The Polycythemia Vera drug chapter provides a detailed, market-focused review of approved therapies and the emerging pipeline across Phase I–III clinical trials. It covers the mechanism of action, clinical trial data, regulatory approvals, patents, collaborations, and strategic partnerships for each therapy, along with their advantages, limitations, and recent developments. This section offers critical insights into the Polycythemia Vera treatment landscape, supporting market assessment, competitive analysis, and growth forecasting for the Polycythemia Vera therapeutics market.

Approved Therapies for Polycythemia Vera

Ruxolitinib (JAKAFI/JAKAVI): Incyte/Novartis

JAKAFI/JAKAVI is an oral inhibitor of the JAK 1 and JAK 2 tyrosine kinases. It is approved for treating adult patients resistant to or intolerant of hydroxyurea.
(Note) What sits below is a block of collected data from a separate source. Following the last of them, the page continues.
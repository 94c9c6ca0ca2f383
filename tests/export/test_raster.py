"""The raster canvas under the Allan figure: PNG bytes, pixel mapping, clipping, dashes,
ticks, fonts."""

from __future__ import annotations

import io
import struct
import zlib

import numpy as np
import pytest

from noisecal.export.raster import (DASHES, Canvas, LogAxes, clip_polygon, font, font_file,
                                    png_bytes, stroke_runs)


def _chunks(data: bytes) -> list[tuple[bytes, bytes, int]]:
    """(type, data, stored CRC) of every chunk, read by hand."""
    out, i = [], 8
    while i < len(data):
        (length,) = struct.unpack(">I", data[i:i + 4])
        tag, body = data[i + 4:i + 8], data[i + 8:i + 8 + length]
        (crc,) = struct.unpack(">I", data[i + 8 + length:i + 12 + length])
        out.append((tag, body, crc))
        i += 12 + length
    return out


def test_png_layout_read_by_hand():
    """PNG, ISO/IEC 15948 (W3C PNG specification, 2nd edition): the 8-byte
    signature; IHDR first with width, height, bit depth 8, colour type 2 (RGB),
    compression 0, filter 0, interlace 0; pHYs with pixels per metre and unit 1;
    the image in IDAT as a zlib stream of rows each led by a filter-type byte;
    IEND last; every chunk's CRC-32 over its type and data."""
    rng = np.random.default_rng(3)
    rgb = rng.integers(0, 256, size=(7, 11, 3), dtype=np.uint8)
    data = png_bytes(rgb, dpi=110, level=6)
    assert data[:8] == b"\x89PNG\r\n\x1a\n"
    chunks = _chunks(data)
    assert [c[0] for c in chunks] == [b"IHDR", b"pHYs", b"IDAT", b"IEND"]
    for tag, body, crc in chunks:
        assert zlib.crc32(tag + body) == crc
    assert struct.unpack(">IIBBBBB", chunks[0][1]) == (11, 7, 8, 2, 0, 0, 0)
    ppm_x, ppm_y, unit = struct.unpack(">IIB", chunks[1][1])
    assert ppm_x == ppm_y == round(110 / 0.0254) and unit == 1
    rows = np.frombuffer(zlib.decompress(chunks[2][1]), dtype=np.uint8).reshape(7, 1 + 33)
    assert (rows[:, 0] == 0).all()
    np.testing.assert_array_equal(rows[:, 1:].reshape(7, 11, 3), rgb)
    assert chunks[3][1] == b""


def test_png_decodes_with_pillow():
    """Reference library: Pillow's PNG decoder reads the bytes back to the same
    pixels, in RGB mode, at the written dpi."""
    from PIL import Image

    rng = np.random.default_rng(4)
    rgb = rng.integers(0, 256, size=(40, 90, 3), dtype=np.uint8)
    with Image.open(io.BytesIO(png_bytes(rgb, dpi=90))) as im:
        im.load()
        assert im.mode == "RGB" and im.size == (90, 40)
        assert im.info["dpi"] == pytest.approx((90.0, 90.0), abs=0.01)
        np.testing.assert_array_equal(np.asarray(im), rgb)
    with pytest.raises(ValueError):
        png_bytes(rgb[:, :, :2], dpi=90)


def test_log_mapping_puts_known_points_on_known_pixels():
    """Log axes are linear in log10 of the value (common practice, no source): the
    limits land on the box's edges, the geometric middle on its centre, a decade
    on its share of the width; a marker drawn there is centred on that pixel
    position (ink centroid within a fifth of a pixel)."""
    c = Canvas(120, 240, 110)
    ax = LogAxes(c, (10, 20, 110, 220), (1e-2, 1e2), (1e-6, 1e-3))
    x, y = ax.to_px([1e-2, 1e2, 1.0, 0.1], [1e-6, 1e-3, 10 ** -4.5, 1e-5])
    np.testing.assert_allclose(x, [10, 110, 60, 35], atol=1e-9)
    np.testing.assert_allclose(y, [220, 20, 120, 220 - 200 / 3], atol=1e-9)
    ax.markers([0.1], [1e-5], 6.0, "k")
    ax.finish()
    ink = 255.0 - c.pixels()[20:220, 10:110].mean(axis=2)
    rows, cols = np.mgrid[20:220, 10:110] + 0.5  # pixel centres
    assert (ink * cols).sum() / ink.sum() == pytest.approx(35, abs=0.2)
    assert (ink * rows).sum() / ink.sum() == pytest.approx(220 - 200 / 3, abs=0.2)


def test_limits_must_be_positive_and_ordered():
    """A log axis has no zero (common practice, no source)."""
    c = Canvas(50, 50, 72)
    for xlim, ylim in (((0, 1), (1, 2)), ((1, 1), (1, 2)), ((1, 2), (3, 2))):
        with pytest.raises(ValueError):
            LogAxes(c, (5, 5, 45, 45), xlim, ylim)


def test_lines_stay_inside_the_panel():
    """A thick line and markers running far past the limits leave no ink outside the
    frame, and do leave ink inside (common practice, no source)."""
    c = Canvas(300, 300, 110)
    ax = LogAxes(c, (100, 100, 200, 200), (1.0, 10.0), (1.0, 10.0))
    x = np.logspace(-3, 4, 50)
    ax.plot(x, x ** 3, "#ff0000", 4.0)
    ax.plot(x, np.full_like(x, 3.0), "#ff0000", 4.0, "--")
    ax.markers([0.5, 1.0, 20.0], [3.0, 3.0, 3.0], 8.0, "#ff0000")
    ax.fill_between(x, x * 0 + 1e-9, x * 0 + 1e9, "#ff0000")
    ax.finish()
    rgb = c.pixels().astype(int)
    red = (rgb[:, :, 0] > 200) & (rgb[:, :, 1] < 120)
    inside = np.zeros_like(red)
    inside[100:200, 100:200] = True
    assert red[inside].sum() > 5000
    assert red[~inside].sum() == 0


def test_stroke_runs_clip_and_dash_by_arc_length():
    """Liang–Barsky clipping and a dash pattern along the arc length, checked by
    hand arithmetic (common practice, no source): pieces lie in the box and end on
    its edges; a dashed line's inked length is on/(on + off) of the visible length
    up to one dash; a clipped dashed line's dashes are the unclipped line's dashes
    cut to the box (the pattern does not restart at the edge)."""
    box = (0.0, 0.0, 100.0, 50.0)
    line = np.array([[-50.0, 25.0], [150.0, 25.0]])
    (piece,) = stroke_runs(line, box)
    np.testing.assert_allclose(piece, [[0, 25], [100, 25]])
    assert stroke_runs(np.array([[-5.0, -5.0], [-1.0, 60.0]]), box) == []
    # A polyline leaving and re-entering: two pieces.
    zig = np.array([[10.0, 10.0], [50.0, 80.0], [90.0, 10.0]])
    pieces = stroke_runs(zig, box)
    assert len(pieces) == 2
    for p in pieces:
        assert (p[:, 0] >= -1e-9).all() and (p[:, 0] <= 100 + 1e-9).all()
        assert (p[:, 1] >= -1e-9).all() and (p[:, 1] <= 50 + 1e-9).all()
    assert pieces[0][-1][1] == pytest.approx(50) and pieces[1][0][1] == pytest.approx(50)

    on, off = 3.7, 1.6
    diag = np.array([[0.0, 0.0], [300.0, 400.0]])  # 500 long
    dashes = stroke_runs(diag, (-1, -1, 1000, 1000), (on, off))
    inked = sum(np.hypot(*(p[-1] - p[0])) for p in dashes)
    assert abs(inked - 500 * on / (on + off)) < on
    assert all(np.hypot(*(p[-1] - p[0])) <= on + 1e-9 for p in dashes)
    clipped = stroke_runs(diag, (0, 100, 300, 300), (on, off))
    expected = stroke_runs(diag, (-1, -1, 1000, 1000), (on, off))
    expected = [p for p in expected if 100 <= p[0, 1] and p[-1, 1] <= 300]
    inner = [p for p in clipped if 100 < p[0, 1] and p[-1, 1] < 300]
    assert len(inner) >= len(expected) - 1
    for p in inner:
        assert any(np.allclose(p, q) for q in expected)


def test_dotted_pattern_is_matplotlibs():
    """Reference library: the dash patterns in line widths are matplotlib's default
    rcParams (lines.dashed_pattern, lines.dashdot_pattern, lines.dotted_pattern)."""
    import matplotlib

    ref = matplotlib.rcParamsDefault
    for style, key in (("--", "dashed"), ("-.", "dashdot"), (":", "dotted")):
        assert DASHES[style] == pytest.approx(tuple(ref[f"lines.{key}_pattern"]))


def test_clip_polygon_areas():
    """Sutherland–Hodgman against a rectangle, areas by the shoelace formula worked
    by hand (common practice, no source)."""
    def area(p):
        x, y = p[:, 0], p[:, 1]
        return 0.5 * abs(np.dot(x, np.roll(y, -1)) - np.dot(y, np.roll(x, -1)))

    square = np.array([[-1.0, -1.0], [3.0, -1.0], [3.0, 3.0], [-1.0, 3.0]])
    assert area(clip_polygon(square, (0, 0, 2, 2))) == pytest.approx(4.0)
    tri = np.array([[0.0, 0.0], [4.0, 0.0], [0.0, 4.0]])  # clipped to x <= 2: area 8 - 2
    assert area(clip_polygon(tri, (-10, -10, 2, 10))) == pytest.approx(6.0)
    assert clip_polygon(tri, (10, 10, 20, 20)).shape[0] == 0


def test_font_has_the_glyphs_the_labels_use():
    """Reference library: fontTools reads the cmap of the font file found in
    matplotlib's package data (found without importing matplotlib): τ, the
    superscript digits and minus, ×, √, … and ° all map to glyphs."""
    from fontTools.ttLib import TTFont

    path = font_file()
    assert path is not None and path.endswith("DejaVuSans.ttf")
    cmap = TTFont(path).getBestCmap()
    for ch in "τ⁻⁰¹²³⁴⁵⁶⁷⁸⁹×√…°":
        assert ord(ch) in cmap, ch
    assert font(12.0).getlength("10⁻³") > 0


def test_text_without_the_font_file(monkeypatch):
    """Without DejaVu Sans the canvas still writes its text with Pillow's own font
    (common practice, no source)."""
    import noisecal.export.raster as raster

    monkeypatch.setattr(raster, "font_file", lambda: None)
    raster.font.cache_clear()
    raster._line_metrics.cache_clear()
    try:
        c = Canvas(120, 40, 110)
        c.text(5, 20, "averaging time", 10.0, va="center")
        assert (c.pixels() < 128).any()
    finally:
        raster.font.cache_clear()
        raster._line_metrics.cache_clear()


def test_turned_text_reads_upwards():
    """A y-axis label is turned 90° counter-clockwise (common practice, no source):
    its ink is taller than wide, and a label longer in characters is taller."""
    heights = []
    for label in ("Allan", "Allan deviation [rad/s]"):
        c = Canvas(80, 300, 110)
        c.text(60, 150, label, 10.0, ha="right", va="center", rotation=90)
        ink = np.argwhere(c.pixels().min(axis=2) < 128)
        h, w = ink.max(axis=0) - ink.min(axis=0) + 1
        assert h > w
        assert ink[:, 1].max() <= 60
        heights.append(h)
    assert heights[1] > 2 * heights[0]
Incyte’s flagship product, JAKAFI, received approval as a second-line therapy for Polycythemia Vera patients in December 2014 in the United States, followed by approvals in both the EU and Japan in 2015.

In December 2024, the American Society of Hematology (ASH) Annual Meeting and Exposition featured novel research on the long-term safety and efficacy of ruxolitinib for patients with polycythemia vera. The poster presentations in particular shed light on the superiority of ruxolitinib over hydroxyurea and how ruxolitinib can allow patients to rely less on corticosteroids.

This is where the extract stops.